» **Try it**
What is needed is a copy of each line in the listing that contains "core".

» **Input data**
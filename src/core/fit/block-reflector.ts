// A run of Householder reflectors applied as one block (compact WY form,
// Schreiber & Van Loan 1989; LAPACK's dlarft and dlarfb):
//
//     H_k0 H_k0+1 ... H_k1-1 = I - V T V^T,   so   Q^T C = C - V (T^T (V^T C)),
//
// with V the reflectors (v_j zero above its own row) and T upper triangular.
// The products V^T C and V Y are swept over tiles of rows so that the tile of the
// trailing columns and of V stays in cache while every column is visited: the
// unblocked QR reads each trailing column from memory once per reflector, this
// reads it twice per block. The inner loops multiply two reflectors by two
// columns at a time (four accumulators) so each load feeds two products.
//
// The sums run in a different order than the reflector-by-reflector update, so
// the last bits differ from the unblocked kernel (agreement ~1e-15 relative per
// entry).

/** Rows per tile: a tile of 16 reflectors and 30 columns (~190 KiB) stays in a core's L2 cache. */
const TILE = 512;

/**
 * T of the block H_k0 ... H_k0+m-1 (m = vOff.length), upper triangular, row-major
 * m x m. `vOff[j]` is the offset in `work` of reflector k0 + j, whose head sits
 * at row k0 + j (entries above it belong to R and count as zero); `beta[k]` is
 * v^T v / 2 for reflector k, so tau_k = 1 / beta[k].
 */
export function blockFactor(work: Float64Array, n: number, k0: number, vOff: number[], beta: Float64Array): Float64Array {
  const m = vOff.length;
  const k1 = k0 + m;
  // G = V^T V (strict upper part): the head rows entry by entry, the full rows
  // by the two-by-two kernel over pairs on or above the diagonal.
  const g = new Float64Array(m * m);
  for (let r = k0; r < Math.min(k1, n); r++) {
    for (let a = 0; a <= r - k0; a++) {
      const va = work[vOff[a] + r];
      for (let b = a + 1; b <= r - k0; b++) g[a * m + b] += va * work[vOff[b] + r];
    }
  }
  for (let t0 = k1; t0 < n; t0 += TILE) crossProducts(work, vOff, work, vOff, t0, Math.min(n, t0 + TILE), g, true);
  // dlarft's recurrence: T[j][j] = tau_j, T[0:j, j] = -tau_j T[0:j, 0:j] G[0:j, j].
  const tm = new Float64Array(m * m);
  for (let j = 0; j < m; j++) {
    const tau = 1 / beta[k0 + j];
    for (let a = 0; a < j; a++) {
      let s = 0;
      for (let b = a; b < j; b++) s += tm[a * m + b] * g[b * m + j];
      tm[a * m + j] = -tau * s;
    }
    tm[j * m + j] = tau;
  }
  return tm;
}

/**
 * C <- (I - V T V^T)^T C (transposed: Q^T C, as the factorisation and Q^T z need)
 * or C <- (I - V T V^T) C (Q z), for the columns of `c` at offsets `cOff`, rows
 * k0..n-1 (rows above k0 are not touched by these reflectors).
 */
export function applyBlock(
  work: Float64Array, n: number, k0: number, vOff: number[], tm: Float64Array,
  c: Float64Array, cOff: number[], transposed: boolean,
): void {
  const m = vOff.length;
  const nc = cOff.length;
  if (m === 0 || nc === 0) return;
  const k1 = Math.min(n, k0 + m);
  // W = V^T C: the head rows k0..k1-1 entry by entry, then the full rows in tiles.
  const w = new Float64Array(m * nc);
  for (let r = k0; r < k1; r++) {
    for (let a = 0; a <= r - k0; a++) {
      const va = work[vOff[a] + r];
      for (let j = 0; j < nc; j++) w[a * nc + j] += va * c[cOff[j] + r];
    }
  }
  for (let t0 = k1; t0 < n; t0 += TILE) crossProducts(work, vOff, c, cOff, t0, Math.min(n, t0 + TILE), w, false);
  // Y = T^T W or T W (m x nc).
  const y = new Float64Array(m * nc);
  for (let a = 0; a < m; a++) {
    for (let j = 0; j < nc; j++) {
      let s = 0;
      if (transposed) for (let b = 0; b <= a; b++) s += tm[b * m + a] * w[b * nc + j];
      else for (let b = a; b < m; b++) s += tm[a * m + b] * w[b * nc + j];
      y[a * nc + j] = s;
    }
  }
  // C -= V Y, the same way.
  for (let r = k0; r < k1; r++) {
    for (let j = 0; j < nc; j++) {
      let s = 0;
      for (let a = 0; a <= r - k0; a++) s += work[vOff[a] + r] * y[a * nc + j];
      c[cOff[j] + r] -= s;
    }
  }
  for (let t0 = k1; t0 < n; t0 += TILE) subtractProducts(work, vOff, c, cOff, t0, Math.min(n, t0 + TILE), y);
}

/**
 * w[a][j] += sum over rows t0..t1-1 of v_a c_j, two reflectors by two columns
 * at a time; `upper`: only the pairs with j >= a - 1 (for V^T V, whose lower
 * part is not needed).
 */
function crossProducts(
  work: Float64Array, vOff: number[], c: Float64Array, cOff: number[], t0: number, t1: number, w: Float64Array, upper: boolean,
): void {
  const m = vOff.length;
  const nc = cOff.length;
  for (let a = 0; a < m; a += 2) {
    const va = vOff[a];
    const pairA = a + 1 < m;
    const vb = pairA ? vOff[a + 1] : va;
    for (let j = upper ? a : 0; j < nc; j += 2) {
      const ca = cOff[j];
      const pairC = j + 1 < nc;
      const cb = pairC ? cOff[j + 1] : ca;
      let s00 = 0;
      let s01 = 0;
      let s10 = 0;
      let s11 = 0;
      for (let i = t0; i < t1; i++) {
        const x0 = work[va + i];
        const x1 = work[vb + i];
        const y0 = c[ca + i];
        const y1 = c[cb + i];
        s00 += x0 * y0;
        s01 += x0 * y1;
        s10 += x1 * y0;
        s11 += x1 * y1;
      }
      w[a * nc + j] += s00;
      if (pairC) w[a * nc + j + 1] += s01;
      if (pairA) {
        w[(a + 1) * nc + j] += s10;
        if (pairC) w[(a + 1) * nc + j + 1] += s11;
      }
    }
  }
}

/** c_j -= sum_a v_a y[a][j] over rows t0..t1-1, two columns by four reflectors at a time. */
function subtractProducts(
  work: Float64Array, vOff: number[], c: Float64Array, cOff: number[], t0: number, t1: number, y: Float64Array,
): void {
  const m = vOff.length;
  const nc = cOff.length;
  for (let j = 0; j < nc; j += 2) {
    const ca = cOff[j];
    const pairC = j + 1 < nc;
    const cb = pairC ? cOff[j + 1] : -1;
    let a = 0;
    for (; a + 4 <= m; a += 4) {
      const v0 = vOff[a];
      const v1 = vOff[a + 1];
      const v2 = vOff[a + 2];
      const v3 = vOff[a + 3];
      const y00 = y[a * nc + j];
      const y10 = y[(a + 1) * nc + j];
      const y20 = y[(a + 2) * nc + j];
      const y30 = y[(a + 3) * nc + j];
      if (pairC) {
        const y01 = y[a * nc + j + 1];
        const y11 = y[(a + 1) * nc + j + 1];
        const y21 = y[(a + 2) * nc + j + 1];
        const y31 = y[(a + 3) * nc + j + 1];
        for (let i = t0; i < t1; i++) {
          const x0 = work[v0 + i];
          const x1 = work[v1 + i];
          const x2 = work[v2 + i];
          const x3 = work[v3 + i];
          c[ca + i] -= x0 * y00 + x1 * y10 + x2 * y20 + x3 * y30;
          c[cb + i] -= x0 * y01 + x1 * y11 + x2 * y21 + x3 * y31;
        }
      } else {
        for (let i = t0; i < t1; i++) {
          c[ca + i] -= work[v0 + i] * y00 + work[v1 + i] * y10 + work[v2 + i] * y20 + work[v3 + i] * y30;
        }
      }
    }
    for (; a < m; a++) {
      const vb = vOff[a];
      const yb0 = y[a * nc + j];
      for (let i = t0; i < t1; i++) c[ca + i] -= work[vb + i] * yb0;
      if (pairC) {
        const yb1 = y[a * nc + j + 1];
        for (let i = t0; i < t1; i++) c[cb + i] -= work[vb + i] * yb1;
      }
    }
  }
}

» **Result**
filename src/core/fit/block-reflector.ts
/** Rows per tile: a tile of 16 reflectors and 30 columns (~190 KiB) stays in a core's L2 cache. */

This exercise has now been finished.